For O’Mahony, who grew up in Ireland before moving to the Bay Area after the Hyphy Movement had ended, the film was an opportunity to learn from the energy of each participant and how it shaped current Bay Area artists like G-Eazy, P-Lo, and Kamaiyah—all of whom also appear in the film.

“I didn’t want to learn about it beforehand too much because I wanted to have an exploratory approach in the moment,” O’Mahony said. 

O’Mahony’s outsider perspective lends the documentary a curiosity and point of entry for those who may know little or nothing about Hyphy. Rather than providing answers, O’Mahony said he was interested simply in posing questions.

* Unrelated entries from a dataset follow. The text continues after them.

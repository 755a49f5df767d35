// One model version's numbers over the window: volume and outcomes, realized precision over time,
// calibration, discrimination on reviewed alerts, score drift, precision at k, below-the-line samples.
import type { ReactNode } from "react";
import type { ModelVersionMetrics } from "@/lib/feedback/schemas";
import { RateSeriesChart } from "@/app/components/charts/rate-series-chart";
import { ReliabilityChart } from "@/app/components/charts/reliability-chart";
import { DriftChart } from "@/app/components/charts/drift-chart";
import { formatCount, formatCounts, formatDay, formatDecimal, formatInterval, formatPercent } from "@/app/components/metric-format";

function Section({ id, title, children }: { id: string; title: string; children: ReactNode }) {
  return (
    <section aria-labelledby={id} className="space-y-2 border-t border-rule pt-3">
      <h3 id={id} className="text-sm font-semibold">
        {title}
      </h3>
      {children}
    </section>
  );
}

function Fact({ label, value, detail }: { label: string; value: ReactNode; detail?: ReactNode }) {
  return (
    <div className="flex flex-col">
      <dt className="text-2xs font-semibold uppercase tracking-wide text-ink-soft">{label}</dt>
      <dd className="text-lg font-semibold tabular-nums">{value}</dd>
      {detail ? <dd className="text-2xs text-ink-soft">{detail}</dd> : null}
    </div>
  );
}

function sampleNote(sample: { used: number; total: number; sampled: boolean }): string {
  return sample.sampled ? `on a fixed sample of ${formatCount(sample.used)} of ${formatCount(sample.total)} alerts` : `on all ${formatCount(sample.total)} alerts`;
}

export function ModelVersionPanel({
  metrics,
  role,
  window,
}: {
  metrics: ModelVersionMetrics;
  role: "champion" | "challenger" | null;
  window: { from: string; to: string; matureBefore: string; bucket: "day" | "week" };
}) {
  const m = metrics;
  const key = m.modelVersion.id.slice(0, 8);
  const name = `${m.modelVersion.modelName} ${m.modelVersion.version}`;
  const precision = m.realizedPrecision;
  const level = m.drift.level;

  return (
    <article aria-labelledby={`mv-${key}`} className="panel space-y-3 p-3">
      <header className="space-y-0.5">
        <h2 id={`mv-${key}`} className="flex flex-wrap items-baseline gap-2 text-base font-semibold">
          {name}
          {role ? <span className="rounded bg-accent-wash px-1.5 py-0.5 text-2xs font-semibold uppercase tracking-wide text-accent-strong">{role}</span> : null}
          {!m.modelVersion.active ? <span className="text-2xs font-normal text-ink-soft">(retired)</span> : null}
        </h2>
        <p className="text-xs text-ink-soft">
          {m.modelVersion.scoreKind === "probability" ? "Probability scores" : "Anomaly scores"}; alert threshold {m.modelVersion.alertThreshold}.
        </p>
      </header>

      <dl className="grid grid-cols-2 gap-3 sm:grid-cols-4">
        <Fact label="Received" value={formatCount(m.received)} detail="alerts in the window" />
        <Fact label="Closed" value={formatCount(m.closed)} detail={m.received > 0 ? `${formatPercent(m.closed / m.received, 0)} of received` : "—"} />
        <Fact
          label="Realized precision"
          value={formatPercent(precision.value)}
          detail={
            <>
              {formatInterval(precision)} · {formatCounts(precision)}
            </>
          }
        />
        <Fact label={`Precision at k = ${m.precisionAtK.k}`} value={formatPercent(m.precisionAtK.overall.value)} detail={`${formatInterval(m.precisionAtK.overall)} · all days pooled`} />
      </dl>

      <table className="data-table" aria-label={`Outcome mix of ${name}`}>
        <thead>
          <tr>
            <th>Final outcome of closed alerts</th>
            <th className="num">Alerts</th>
            <th className="num">Share</th>
          </tr>
        </thead>
        <tbody>
          {(
            [
              ["Confirmed fraud", m.outcomeMix.confirmedFraud],
              ["Legitimate", m.outcomeMix.legitimate],
              ["Inconclusive", m.outcomeMix.inconclusive],
            ] as const
          ).map(([label, count]) => (
            <tr key={label}>
              <td>{label}</td>
              <td className="num">{formatCount(count)}</td>
              <td className="num">{m.closed > 0 ? formatPercent(count / m.closed) : "—"}</td>
            </tr>
          ))}
          <tr>
            <td className="text-ink-soft">Overturned by a later chargeback or customer report</td>
            <td className="num">{formatCount(m.overturnedByLabel)}</td>
            <td className="num">{m.closed > 0 ? formatPercent(m.overturnedByLabel / m.closed) : "—"}</td>
          </tr>
        </tbody>
      </table>
      <p className="text-xs text-ink-soft">
        Realized precision is fraud ÷ (fraud + legitimate) on the ground truth: the latest chargeback or customer report where one arrived,
        otherwise the analyst&apos;s final outcome. {formatCount(precision.inconclusive)} inconclusive {precision.inconclusive === 1 ? "alert is" : "alerts are"} counted
        apart.
      </p>

      <Section id={`mv-${key}-precision`} title="Realized precision over time">
        <RateSeriesChart
          points={m.series.map((point) => ({ from: point.from, to: point.to, mature: point.mature, rate: point.realizedPrecision }))}
          from={window.from}
          to={window.to}
          matureBefore={window.matureBefore}
          yLabel="realized precision"
          title={`Realized precision of ${name} by ${window.bucket}`}
          caption={`Share of closed alerts that were fraud, by ${window.bucket} of arrival, with 95% Wilson intervals; the dashed line is the whole window. Wide bars mean few outcomes, not a worse model.`}
          reference={precision.value === null ? undefined : { value: precision.value, label: `window ${formatPercent(precision.value)}` }}
        />
      </Section>

      <Section id={`mv-${key}-calibration`} title="Calibration">
        <ReliabilityChart
          bins={m.calibration.bins}
          title={`Calibration curve of ${name}`}
          caption="Points on the diagonal mean the probabilities came true as often as they said; points below it mean the model promised more fraud than was found."
        />
        <dl className="grid grid-cols-3 gap-3">
          <Fact label="Brier score" value={formatDecimal(m.calibration.brierScore)} detail="mean (p − outcome)², lower is better" />
          <Fact label="ECE" value={formatDecimal(m.calibration.expectedCalibrationError)} detail="10 equal-width bins of p" />
          <Fact label="Labelled alerts" value={formatCount(m.calibration.alerts)} detail={`${formatCount(m.calibration.calibratedAlerts)} with a fitted calibration map`} />
        </dl>
        <p className="text-xs text-ink-soft">
          ECE is the binned expected calibration error of Naeini, Cooper &amp; Hauskrecht (2015) on the fraud probability p itself: Σ (alerts in
          bin ÷ all) · |observed rate − mean p|. It is not the top-label variant of Guo et al. (2017), which scores max(p, 1 − p) and gives
          different numbers whenever p &lt; 0.5.
        </p>
      </Section>

      <Section id={`mv-${key}-discrimination`} title="Ranking of fraud above legitimate">
        <dl className="grid grid-cols-3 gap-3">
          <Fact label="ROC AUC" value={formatDecimal(m.discrimination.rocAuc)} detail="0.5 = chance, 1 = perfect" />
          <Fact label="Average precision" value={formatDecimal(m.discrimination.averagePrecision)} detail={`base rate ${formatPercent(m.discrimination.positives + m.discrimination.negatives > 0 ? m.discrimination.positives / (m.discrimination.positives + m.discrimination.negatives) : null)}`} />
          <Fact label="Fraud / legitimate" value={`${formatCount(m.discrimination.positives)} / ${formatCount(m.discrimination.negatives)}`} detail={sampleNote(m.discrimination.sample)} />
        </dl>
        <p className="text-xs font-semibold text-attention">Measured on reviewed alerts only.</p>
        <p className="text-xs text-ink-soft">
          Only alerts above the threshold were reviewed, so these numbers say how well the model orders the alerts it raised, not how well it
          separates all transactions.
        </p>
      </Section>

      <Section id={`mv-${key}-drift`} title="Score drift (population stability index)">
        <DriftChart
          buckets={m.drift.series}
          step={m.drift.step}
          overall={m.drift.psi}
          watchLine={m.drift.watchLine}
          actLine={m.drift.actLine}
          title={`Score drift of ${name}`}
          caption={`Bars under the dashed watch line mean each ${m.drift.step}'s scores are spread like the reference window's; bars past the act line mean the traffic or the model has changed.`}
        />
        <p className="text-xs text-ink-soft">
          Current window {formatDay(m.drift.current.from)} to {formatDay(m.drift.current.to, true)} ({sampleNote(m.drift.current.sample)}) against the reference{" "}
          {formatDay(m.drift.reference.from)} to {formatDay(m.drift.reference.to, true)} ({sampleNote(m.drift.reference.sample)}), 10 bins on the reference deciles. A {m.drift.step} needs 500 scores for a bar of its own: with fewer, PSI&apos;s own sampling noise
          reaches the watch line. PSI{" "}
          <strong className={level === "act" ? "text-overdue" : level === "watch" ? "text-attention" : "text-ink"}>
            {m.drift.psi === null ? "not available (a window has no scores)" : `${m.drift.psi.toFixed(3)} (${level})`}
          </strong>
          . The 0.1 and 0.25 lines are common practice in credit-risk monitoring, not a statistical test.
        </p>
      </Section>

      <Section id={`mv-${key}-topk`} title={`Precision at k = ${m.precisionAtK.k} per day`}>
        <RateSeriesChart
          points={m.precisionAtK.days.map((day) => ({ from: day.from, to: day.to, mature: day.mature, rate: day.precision }))}
          from={window.from}
          to={window.to}
          matureBefore={window.matureBefore}
          yLabel="fraud among the top k"
          title={`Precision at k of ${name}`}
          caption={`Of the ${m.precisionAtK.k} highest-priority alerts of each day (the team's daily capacity), the share that proved fraud; alerts still open count as not fraud.`}
        />
      </Section>

      <Section id={`mv-${key}-below`} title="Below-the-line samples">
        {m.belowTheLine.sampled === 0 ? (
          <p className="text-xs text-ink-soft">No below-the-line samples in this window. The numbers above cover alerts above the threshold only.</p>
        ) : (
          <>
            <dl className="grid grid-cols-3 gap-3">
              <Fact label="Samples" value={formatCount(m.belowTheLine.sampled)} detail={`${formatCount(m.belowTheLine.resolved)} with a ground truth; stand for ${formatCount(Math.round(m.belowTheLine.represents))} transactions`} />
              <Fact label="Fraud below the line" value={formatPercent(m.belowTheLine.weightedFraudRate.value, 2)} detail={`weighted by 1/π; unweighted ${formatPercent(m.belowTheLine.sampleFraudRate.value)} (${formatInterval(m.belowTheLine.sampleFraudRate)})`} />
              <Fact label="Fraud in all scored traffic" value={formatPercent(m.belowTheLine.weightedPopulationFraudRate.value, 2)} detail="alerts weight 1, samples 1/π" />
            </dl>
            <p className="text-xs text-ink-soft">
              Samples are left out of every number above and estimated here with Horvitz–Thompson weights 1/π (Hájek ratio form). Weighted
              estimates carry no Wilson interval: their trials are weights, not counts.
            </p>
          </>
        )}
      </Section>
    </article>
  );
}
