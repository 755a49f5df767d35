import { createHash } from "node:crypto";
import { canonicalJson } from "@/lib/audit/canonical-json";

export const GENESIS_HASH = "0".repeat(64);

/** The fields that the hash covers; everything an auditor relies on is in it. */
export interface HashedAuditFields {
  occurredAt: Date;
  actorType: string;
  actorId: string | null;
  actorLabel: string;
  action: string;
  subjectType: string | null;
  subjectId: string | null;
  payload: unknown;
  requestId: string | null;
  ipAddress: string | null;
}

/** SHA-256 (FIPS 180-4) of the previous hash followed by the event's canonical JSON, hex encoded. */
export function auditEventHash(prevHash: string, event: HashedAuditFields): string {
  const body = canonicalJson({
    occurredAt: event.occurredAt.toISOString(),
    actorType: event.actorType,
    actorId: event.actorId,
    actorLabel: event.actorLabel,
    action: event.action,
    subjectType: event.subjectType,
    subjectId: event.subjectId,
    payload: event.payload,
    requestId: event.requestId,
    ipAddress: event.ipAddress,
  });
  return createHash("sha256").update(prevHash).update(body).digest("hex");
}
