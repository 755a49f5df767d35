// One line per audit event for the trail and the alert timeline: a readable name for the action
// and a summary of its payload. Pure. A payload that does not match its action's schema (an
// action written by an older version, say) falls back to its plain values rather than failing.
import { auditEventSchema } from "@/lib/audit/schemas";

/** "second_review.overturned" → "Second review overturned". */
export function auditActionLabel(action: string): string {
  const words = action.replace(/[._]/g, " ").trim();
  return words.charAt(0).toUpperCase() + words.slice(1);
}

const outcomeWords: Record<string, string> = { confirmed_fraud: "confirmed fraud", legitimate: "legitimate", inconclusive: "inconclusive" };

function minutes(seconds: number): string {
  return seconds < 90 ? `${seconds} s` : `${Math.round(seconds / 60)} min`;
}

function utcTime(iso: string): string {
  const date = new Date(iso);
  return Number.isNaN(date.getTime()) ? iso : `${date.toISOString().slice(0, 16).replace("T", " ")} UTC`;
}

function plainValues(payload: unknown): string {
  if (payload === null || typeof payload !== "object") return payload === null || payload === undefined ? "" : String(payload);
  return Object.entries(payload as Record<string, unknown>)
    .map(([key, value]) => `${key}=${typeof value === "object" && value !== null ? JSON.stringify(value) : String(value)}`)
    .join(", ");
}

function changedKeys(before: unknown, after: unknown): string[] {
  if (!before || !after || typeof before !== "object" || typeof after !== "object") return [];
  const keys = new Set([...Object.keys(before), ...Object.keys(after)]);
  return [...keys].filter((key) => JSON.stringify((before as Record<string, unknown>)[key]) !== JSON.stringify((after as Record<string, unknown>)[key])).sort();
}

function filterText(filter: Record<string, unknown>): string {
  const parts = Object.entries(filter).map(([key, value]) => `${key} ${String(value)}`);
  return parts.length > 0 ? parts.join(", ") : "no filter";
}

const MAX_LENGTH = 200;

export function summarizeAuditPayload(action: string, payload: unknown): string {
  const parsed = auditEventSchema.safeParse({ action, payload });
  const text = parsed.success ? describe(parsed.data) : plainValues(payload);
  return text.length > MAX_LENGTH ? `${text.slice(0, MAX_LENGTH - 1)}…` : text;
}

function describe(event: ReturnType<typeof auditEventSchema.parse>): string {
  switch (event.action) {
    case "session.signed_in":
      return "signed in";
    case "session.sign_in_failed":
      return `${event.payload.email}: ${event.payload.reason}`;
    case "session.signed_out":
      return event.payload.reason;
    case "session.locked_out":
      return `${event.payload.scope} ${event.payload.email} locked until ${utcTime(event.payload.until)}`;
    case "user.created":
      return `${event.payload.email} as ${event.payload.role}`;
    case "user.role_changed":
      return `${event.payload.from} → ${event.payload.to}`;
    case "user.deactivated":
      return `${event.payload.endedSessions} open session(s) ended`;
    case "user.reactivated":
    case "user.password_changed":
      return "";
    case "user.refused":
      return `needs ${event.payload.permission}: ${event.payload.target}`;
    case "api_client.created":
      return `${event.payload.name} with ${event.payload.scopes.join(", ")}`;
    case "api_client.revoked":
      return event.payload.name;
    case "api_client.refused":
      return `${event.payload.reason}: ${event.payload.path}`;
    case "ingest.batch_received": {
      const p = event.payload;
      return `${p.kind} by ${p.channel}: ${p.rows} rows, ${p.accepted} accepted, ${p.duplicate} duplicate, ${p.conflict} conflicting, ${p.rejected} rejected`;
    }
    case "model_version.saved": {
      const p = event.payload;
      const summary = `${p.modelName} ${p.version}: ${Object.keys(p.changes).sort().join(", ") || "no changes"}`;
      return p.recomputedAlerts ? `${summary} · ${p.recomputedAlerts} waiting alerts re-derived` : summary;
    }
    case "alert.claimed":
      return `${event.payload.externalId} ${event.payload.how === "take_next" ? "taken as next" : "opened directly"}, lease until ${utcTime(event.payload.leaseExpiresAt)}`;
    case "alert.released":
      return `${event.payload.externalId}: ${event.payload.reason}`;
    case "alert.lease_expired":
      return `${event.payload.externalId} returned to the queue`;
    case "alert.reassigned":
      return `${event.payload.externalId} reassigned`;
    case "outcome.recorded": {
      const p = event.payload;
      const parts = [`${p.externalId}: ${outcomeWords[p.outcome]}`, `"${p.reason}"`, p.round === 2 ? "second review" : "first review", `handled in ${minutes(p.handlingSeconds)}`];
      if (p.sentToSecondReview) parts.push("sent to second review");
      if (p.origin === "imported") parts.push("imported");
      return parts.join(" · ");
    }
    case "second_review.confirmed":
    case "second_review.overturned":
      return `${event.payload.externalId}: ${outcomeWords[event.payload.firstOutcome]} → ${outcomeWords[event.payload.secondOutcome]}`;
    case "label.received":
      return `${event.payload.externalId}: ${event.payload.label} from ${event.payload.source}${event.payload.matched ? "" : " (no alert yet)"}`;
    case "calibration.refit": {
      const p = event.payload;
      return `${p.labelCount} labels, Brier ${p.brierScore.toFixed(4)}, ${p.recomputedAlerts} alerts recomputed (${p.trigger.replace("_", " ")})`;
    }
    case "settings.changed": {
      const keys = changedKeys(event.payload.before, event.payload.after);
      return `${event.payload.key}${keys.length > 0 ? `: ${keys.join(", ")}` : ""}`;
    }
    case "label_export.generated":
      return `${event.payload.rowCount} rows as ${event.payload.format}`;
    case "audit.viewed":
      return filterText(event.payload.filter);
    case "audit.exported":
      return `${event.payload.rowCount} rows (${filterText(event.payload.filter)})`;
    default: {
      // A new action added to the union shows its plain values until it gets a sentence here.
      const unknownEvent: { payload: unknown } = event;
      return plainValues(unknownEvent.payload);
    }
  }
}
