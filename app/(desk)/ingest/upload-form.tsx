"use client";
// Upload of a CSV (with a header row), NDJSON or JSON file of alerts, labels or outcomes. The file is
// parsed here, in the browser, and sent in requests of up to 2,000 rows to the same routes the
// scoring service uses (as this person's session), so large files show progress and each request
// stays well under the size limits. Each request is one batch in the log; rows are numbered from the
// start of the file in every answer.
import { useRouter } from "next/navigation";
import { useId, useState, type FormEvent } from "react";
import type { IngestKind, IngestProblem } from "@/lib/ingest/ingest-batch";
import { csvRecordToAlertInput, csvRecordToLabelInput, csvRecordToOutcomeInput, parseCsv, parseJsonArrayBody, parseNdjsonBody } from "@/lib/ingest/parse-body";

const KINDS: { value: IngestKind; label: string }[] = [
  { value: "alerts", label: "Alerts" },
  { value: "labels", label: "Labels (chargebacks, customer reports)" },
  { value: "outcomes", label: "Historical outcomes" },
];
const csvConverters = { alerts: csvRecordToAlertInput, labels: csvRecordToLabelInput, outcomes: csvRecordToOutcomeInput } as const;
const CHUNK_ROWS = 2_000;
const SHOWN_PROBLEMS = 50;

interface Totals {
  accepted: number;
  duplicate: number;
  conflict: number;
  rejected: number;
  unmatched: number;
}

interface Run {
  phase: "running" | "done" | "failed";
  fileName: string;
  rows: number;
  sent: number;
  totals: Totals;
  problems: IngestProblem[];
  batches: number;
  message?: string;
}

type Progress = { phase: "idle" } | Run;

const zero: Totals = { accepted: 0, duplicate: 0, conflict: 0, rejected: 0, unmatched: 0 };

function parseFile(text: string, fileName: string, kind: IngestKind): { ok: true; rows: unknown[]; lineOf: (row: number) => number | null } | { ok: false; message: string } {
  const lower = fileName.toLowerCase();
  const first = text.replace(/^\uFEFF/, "").trimStart()[0];
  if (lower.endsWith(".csv") || (!lower.endsWith(".json") && !lower.endsWith(".ndjson") && !lower.endsWith(".jsonl") && first !== "[" && first !== "{")) {
    const parsed = parseCsv(text);
    return parsed.ok ? { ok: true, rows: parsed.rows.map(csvConverters[kind]), lineOf: (row) => parsed.lineNumbers[row] ?? null } : parsed;
  }
  if (lower.endsWith(".ndjson") || lower.endsWith(".jsonl") || first === "{") {
    const parsed = parseNdjsonBody(text);
    return parsed.ok ? { ok: true, rows: parsed.rows, lineOf: (row) => parsed.lineNumbers[row] ?? null } : parsed;
  }
  const parsed = parseJsonArrayBody(text);
  return parsed.ok ? { ok: true, rows: parsed.rows, lineOf: () => null } : parsed;
}

export function UploadForm({ maxRowsPerRequest }: { maxRowsPerRequest: number }) {
  const router = useRouter();
  const id = useId();
  const [kind, setKind] = useState<IngestKind>("alerts");
  const [progress, setProgress] = useState<Progress>({ phase: "idle" });
  const [lineOf, setLineOf] = useState<(row: number) => number | null>(() => () => null);
  const running = progress.phase === "running";

  async function upload(event: FormEvent<HTMLFormElement>) {
    event.preventDefault();
    const file = (new FormData(event.currentTarget).get("file") as File | null) ?? null;
    if (!file || file.size === 0) {
      setProgress({ phase: "failed", fileName: file?.name ?? "", rows: 0, sent: 0, totals: zero, problems: [], batches: 0, message: "Choose a file first." });
      return;
    }
    const parsed = parseFile(await file.text(), file.name, kind);
    if (!parsed.ok) {
      setProgress({ phase: "failed", fileName: file.name, rows: 0, sent: 0, totals: zero, problems: [], batches: 0, message: `The file cannot be read: ${parsed.message}` });
      return;
    }
    setLineOf(() => parsed.lineOf);
    const rows = parsed.rows;
    const chunk = Math.min(CHUNK_ROWS, maxRowsPerRequest);
    let state: Run = { phase: "running", fileName: file.name, rows: rows.length, sent: 0, totals: { ...zero }, problems: [], batches: 0 };
    setProgress(state);

    for (let offset = 0; offset < rows.length; offset += chunk) {
      const params = new URLSearchParams({ fileName: file.name, firstRow: String(offset) });
      let answer: Record<string, unknown>;
      try {
        const response = await fetch(`/api/v1/${kind}?${params}`, {
          method: "POST",
          headers: { "content-type": "application/json" },
          body: JSON.stringify(rows.slice(offset, offset + chunk)),
        });
        answer = await response.json();
        if (!response.ok) {
          const error = answer.error as { message?: string; requestId?: string } | undefined;
          throw new Error(error?.message ?? `The server answered ${response.status}.`);
        }
      } catch (error) {
        setProgress({ ...state, phase: "failed", message: `Stopped after ${state.sent.toLocaleString("en")} rows: ${(error as Error).message}` });
        router.refresh();
        return;
      }
      const totals = { ...state.totals };
      for (const key of ["accepted", "duplicate", "conflict", "rejected", "unmatched"] as const) totals[key] += Number(answer[key] ?? 0);
      const problems = [...state.problems, ...((answer.errors as IngestProblem[]) ?? []), ...((answer.conflicts as IngestProblem[]) ?? [])].slice(0, SHOWN_PROBLEMS);
      state = { ...state, sent: Math.min(offset + chunk, rows.length), totals, problems, batches: state.batches + 1 };
      setProgress(state);
    }
    setProgress({ ...state, phase: "done" });
    router.refresh();
  }

  return (
    <form onSubmit={upload} className="space-y-3" aria-describedby={`${id}-help`}>
      <h2 className="font-semibold">Upload a file</h2>
      <p id={`${id}-help`} className="text-sm text-ink-soft">
        CSV with a header row naming the fields (as in the API), NDJSON (one JSON object per line) or a JSON array. The same checks apply as for the API;
        rows with a full card number are refused. Large files are sent in parts of {Math.min(CHUNK_ROWS, maxRowsPerRequest).toLocaleString("en")} rows, each a
        batch of its own; sending the same file again is safe (repeats count as duplicates).
      </p>
      <div className="flex flex-wrap items-end gap-3">
        <label className="flex flex-col gap-1 text-sm">
          <span>Rows in the file</span>
          <select className="field" value={kind} onChange={(event) => setKind(event.target.value as IngestKind)} disabled={running} name="kind">
            {KINDS.map((option) => (
              <option key={option.value} value={option.value}>
                {option.label}
              </option>
            ))}
          </select>
        </label>
        <label className="flex flex-col gap-1 text-sm">
          <span>File to upload</span>
          <input className="field" type="file" name="file" accept=".csv,.ndjson,.jsonl,.json,text/csv,application/json" required disabled={running} />
        </label>
        <button type="submit" className="btn btn-primary" disabled={running}>
          {running ? "Uploading…" : "Upload"}
        </button>
      </div>

      {progress.phase !== "idle" && (
        <div className="space-y-2" aria-live="polite">
          {progress.rows > 0 && (
            <div className="flex items-center gap-3 text-sm">
              <progress className="h-2 w-64 accent-accent" max={progress.rows} value={progress.sent} aria-label={`Rows sent from ${progress.fileName}`} />
              <span className="num">
                {progress.sent.toLocaleString("en")} / {progress.rows.toLocaleString("en")} rows
              </span>
            </div>
          )}
          {progress.rows > 0 && (
            <p className="text-sm" role="status">
              <strong>{progress.phase === "done" ? "Done" : progress.phase === "failed" ? "Stopped" : "So far"}:</strong> {progress.totals.accepted.toLocaleString("en")} accepted,{" "}
              {progress.totals.duplicate.toLocaleString("en")} duplicate, {progress.totals.conflict.toLocaleString("en")} conflict,{" "}
              {progress.totals.rejected.toLocaleString("en")} rejected
              {kind === "labels" && progress.totals.unmatched > 0 ? `, ${progress.totals.unmatched.toLocaleString("en")} waiting for their alert` : ""}
              {progress.phase === "done" ? ` in ${progress.batches} batch${progress.batches === 1 ? "" : "es"}.` : "."}
            </p>
          )}
          {progress.message && (
            <p className="text-sm font-semibold text-overdue" role="alert">
              {progress.message}
            </p>
          )}
          {progress.problems.length > 0 && (
            <div className="overflow-x-auto">
              <table className="data-table" aria-label="Rows not accepted">
                <thead>
                  <tr>
                    <th className="num">Row</th>
                    <th className="num">Line</th>
                    <th>External id</th>
                    <th>Field</th>
                    <th>Reason</th>
                  </tr>
                </thead>
                <tbody>
                  {progress.problems.map((problem, index) => (
                    <tr key={`${problem.row}-${problem.path}-${index}`}>
                      <td className="num">{problem.row}</td>
                      <td className="num">{lineOf(problem.row) ?? "—"}</td>
                      <td className="font-mono text-xs">{problem.externalId ?? "—"}</td>
                      <td className="font-mono text-xs">{problem.path || "(row)"}</td>
                      <td>{problem.message}</td>
                    </tr>
                  ))}
                </tbody>
              </table>
              {progress.totals.rejected + progress.totals.conflict > progress.problems.length && (
                <p className="mt-1 text-xs text-ink-soft">The first {SHOWN_PROBLEMS} are shown; each batch in the log below has the full list as CSV.</p>
              )}
            </div>
          )}
        </div>
      )}
    </form>
  );
}
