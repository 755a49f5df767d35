export default function ModelHealthLoading() {
  return (
    <section aria-labelledby="model-health-loading-heading" className="space-y-3">
      <h1 id="model-health-loading-heading" className="text-lg font-semibold">
        Model health
      </h1>
      <p role="status" className="text-sm text-ink-soft">
        Counting outcomes and labels for the window…
      </p>
      <div className="grid gap-4 lg:grid-cols-2" aria-hidden>
        <div className="panel h-96 animate-pulse bg-paper" />
        <div className="panel h-96 animate-pulse bg-paper" />
      </div>
    </section>
  );
}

Madrigal, on the other hand, is a self-identified “hip-hop head” who listened to Bay Area music in Antioch. For him, the film was a chance to deepen his appreciation for a period he first experienced as a high schooler. 

Larry Madrigal | Courtesy Photo

As O’Mahony noted, Hyphy never truly caught on the way so many other subgenres of hip-hop have. Back in 2006, the highly influential broadcast personality Sway Calloway, who got his start as a DJ on KMEL, highlighted the Hyphy scene on his MTV minidocumentary series, My Block. That same year, E-40’s hit single “Tell Me When To Go” made national waves, spending weeks in heavy rotation on MTV. But that was the crest of the Hyphy wave.

Mac Dre, arguably an even more electrifying character than E-40, was gunned down after a show in Kansas City in 2004.

In the decade and a half since Mac Dre’s death, streaming services, the mobile web and social media have just about completely flattened the landscape of American pop culture. In our constantly connected world, serendipitous discovery and regional scenes seem harder to come by, as everyone, everywhere is plugged into the same endless stream of algorithmically curated content.
Ultimately, Madrigal said, We Were Hyphy is an ode to a special time and place—“a moment of unity”—and he hopes his documentary spawns new fans of Hyphy and helps those who experienced it the first time around to discover something new.

Nick Veronin contributed to this story.